#### Records for the exercise:
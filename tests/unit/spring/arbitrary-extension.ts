import fc from 'fast-check'
import { HOOK_FORMS } from '#shared/spring/codes'
import { getMaterial, modulusMpa, type ExtensionSizeRequest, type SizingWire } from '#shared/spring'
import { hookLengthMm } from '../../../shared/spring/mechanics/extension/hooks'
import { evenly, maybe } from './arbitrary-compression'
import { EN_CODES, makeWires } from './springs'

/** What a request fixes. */
export const ASKED = ['two-loads', 'load-and-rate', 'load-and-length', 'one-load', 'rate-and-length'] as const
export type Asked = (typeof ASKED)[number]

const conditions = fc.record({
  method: fc.constantFrom('en13906' as const, 'wahl' as const),
  duty: maybe(fc.record({ cycles: fc.constantFrom(1e3, 1e6) })),
  toleranceGrade: fc.constantFrom(1 as const, 2 as const, 3 as const),
  hook: fc.record({ form: fc.constantFrom(...HOOK_FORMS), bendRadiusMm: fc.constant(undefined), sideBendRadiusMm: maybe(evenly(1, 12)) }),
})

/** What a spring that could be made does: wire, index, coils, initial stress as a share of the greatest sensible, pull, and room around it. */
const does = {
  wire: fc.constantFrom(...makeWires(...EN_CODES)), w: evenly(4, 20), n: evenly(3, 40), initial: evenly(-0.1, 1.1), stressMpa: evenly(20, 600), spread: evenly(0, 0.95), conditions,
  fit: fc.record({ bore: maybe(evenly(0.9, 1.6)), rod: maybe(evenly(0.4, 1.1)), solid: maybe(evenly(0.8, 2)), free: maybe(evenly(0.8, 2)) }),
}
type Does = { [K in keyof typeof does]: (typeof does)[K] extends fc.Arbitrary<infer T> ? T : never }

/** A request for what some spring does, so that it is often met and often just not, with the wire of that spring. */
export interface ExtensionAsk {
  readonly wire: SizingWire
  /** Of that spring. */
  readonly meanDiameterMm: number
  readonly request: ExtensionSizeRequest
}

function requestOf({ wire, w, n, initial, stressMpa, spread, conditions, fit }: Does, asked: Asked): ExtensionAsk {
  const d = wire.wireDiameterMm
  const material = getMaterial(wire.material)
  const G = modulusMpa(material.shearModulus, d)
  const rate = (G * d) / (8 * w ** 3 * (n + G / modulusMpa(material.youngsModulus, d)))
  const freeLengthMm = (n + 1) * d + 2 * hookLengthMm(conditions.hook.form, w * d, d)
  // Shigley: the greatest sensible initial stress at this index.
  const greatestMpa = 231 / Math.exp(0.105 * w) + 6.9 * (4 - (w - 3) / 6.5)
  const forceAt = (mpa: number) => (mpa * Math.PI * d * d) / (8 * w)
  const tensionN = forceAt(initial * greatestMpa)
  const at = (forceN: number) => ({ lengthMm: freeLengthMm + (forceN - tensionN) / rate, forceN })
  const last = at(Math.max(0, tensionN) + forceAt(stressMpa))
  const first = at(Math.max(0, tensionN) + forceAt(stressMpa * spread) + 0.001 * last.forceN)
  const times = (share: number | undefined, mm: number) => (share === undefined ? undefined : share * mm)
  return {
    wire,
    meanDiameterMm: w * d,
    request: {
      kind: 'extension', ...conditions,
      points: asked === 'rate-and-length' ? [] : asked === 'two-loads' ? [first, last] : [last],
      rateNPerMm: asked === 'load-and-rate' || asked === 'rate-and-length' ? rate : undefined,
      freeLengthMm: asked === 'load-and-length' || asked === 'rate-and-length' ? freeLengthMm : undefined,
      fit: {
        boreMm: times(fit.bore, (w + 1) * d), rodMm: times(fit.rod, (w - 1) * d), maxSolidLengthMm: times(fit.solid, (n + 1) * d),
        maxFreeLengthMm: asked === 'load-and-length' || asked === 'rate-and-length' ? undefined : times(fit.free, freeLengthMm),
      },
    },
  }
}

/** Requests that fix what is named, each with the wire of the spring that does it. */
export const extensionAsks = (asked: Asked): fc.Arbitrary<ExtensionAsk> => fc.record(does).map(spring => requestOf(spring, asked))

#### Aim of the task:
Reproduce all of the records, keeping every character unchanged.

#### Output:
filename tests/unit/spring/arbitrary-extension.ts
import fc from 'fast-check'
import { HOOK_FORMS } from '#shared/spring/codes'
import { getMaterial, modulusMpa, type ExtensionSizeRequest, type SizingWire } from '#shared/spring'
import { hookLengthMm } from '../../../shared/spring/mechanics/extension/hooks'
import { evenly, maybe } from './arbitrary-compression'
import { EN_CODES, makeWires } from './springs'

/** What a request fixes. */
export const ASKED = ['two-loads', 'load-and-rate', 'load-and-length', 'one-load', 'rate-and-length'] as const
export type Asked = (typeof ASKED)[number]

const conditions = fc.record({
  method: fc.constantFrom('en13906' as const, 'wahl' as const),
  duty: maybe(fc.record({ cycles: fc.constantFrom(1e3, 1e6) })),
  toleranceGrade: fc.constantFrom(1 as const, 2 as const, 3 as const),
  hook: fc.record({ form: fc.constantFrom(...HOOK_FORMS), bendRadiusMm: fc.constant(undefined), sideBendRadiusMm: maybe(evenly(1, 12)) }),
})

/** What a spring that could be made does: wire, index, coils, initial stress as a share of the greatest sensible, pull, and room around it. */
const does = {
  wire: fc.constantFrom(...makeWires(...EN_CODES)), w: evenly(4, 20), n: evenly(3, 40), initial: evenly(-0.1, 1.1), stressMpa: evenly(20, 600), spread: evenly(0, 0.95), conditions,
  fit: fc.record({ bore: maybe(evenly(0.9, 1.6)), rod: maybe(evenly(0.4, 1.1)), solid: maybe(evenly(0.8, 2)), free: maybe(evenly(0.8, 2)) }),
}
type Does = { [K in keyof typeof does]: (typeof does)[K] extends fc.Arbitrary<infer T> ? T : never }

/** A request for what some spring does, so that it is often met and often just not, with the wire of that spring. */
export interface ExtensionAsk {
  readonly wire: SizingWire
  /** Of that spring. */
  readonly meanDiameterMm: number
  readonly request: ExtensionSizeRequest
}

function requestOf({ wire, w, n, initial, stressMpa, spread, conditions, fit }: Does, asked: Asked): ExtensionAsk {
  const d = wire.wireDiameterMm
  const material = getMaterial(wire.material)
  const G = modulusMpa(material.shearModulus, d)
  const rate = (G * d) / (8 * w ** 3 * (n + G / modulusMpa(material.youngsModulus, d)))
  const freeLengthMm = (n + 1) * d + 2 * hookLengthMm(conditions.hook.form, w * d, d)
  // Shigley: the greatest sensible initial stress at this index.
  const greatestMpa = 231 / Math.exp(0.105 * w) + 6.9 * (4 - (w - 3) / 6.5)
  const forceAt = (mpa: number) => (mpa * Math.PI * d * d) / (8 * w)
  const tensionN = forceAt(initial * greatestMpa)
  const at = (forceN: number) => ({ lengthMm: freeLengthMm + (forceN - tensionN) / rate, forceN })
  const last = at(Math.max(0, tensionN) + forceAt(stressMpa))
  const first = at(Math.max(0, tensionN) + forceAt(stressMpa * spread) + 0.001 * last.forceN)
  const times = (share: number | undefined, mm: number) => (share === undefined ? undefined : share * mm)
  return {
    wire,
    meanDiameterMm: w * d,
    request: {
      kind: 'extension', ...conditions,
      points: asked === 'rate-and-length' ? [] : asked === 'two-loads' ? [first, last] : [last],
      rateNPerMm: asked === 'load-and-rate' || asked === 'rate-and-length' ? rate : undefined,
      freeLengthMm: asked === 'load-and-length' || asked === 'rate-and-length' ? freeLengthMm : undefined,
      fit: {
        boreMm: times(fit.bore, (w + 1) * d), rodMm: times(fit.rod, (w - 1) * d), maxSolidLengthMm: times(fit.solid, (n + 1) * d),
        maxFreeLengthMm: asked === 'load-and-length' || asked === 'rate-and-length' ? undefined : times(fit.free, freeLengthMm),
      },
    },
  }
}

/** Requests that fix what is named, each with the wire of the spring that does it. */
export const extensionAsks = (asked: Asked): fc.Arbitrary<ExtensionAsk> => fc.record(does).map(spring => requestOf(spring, asked))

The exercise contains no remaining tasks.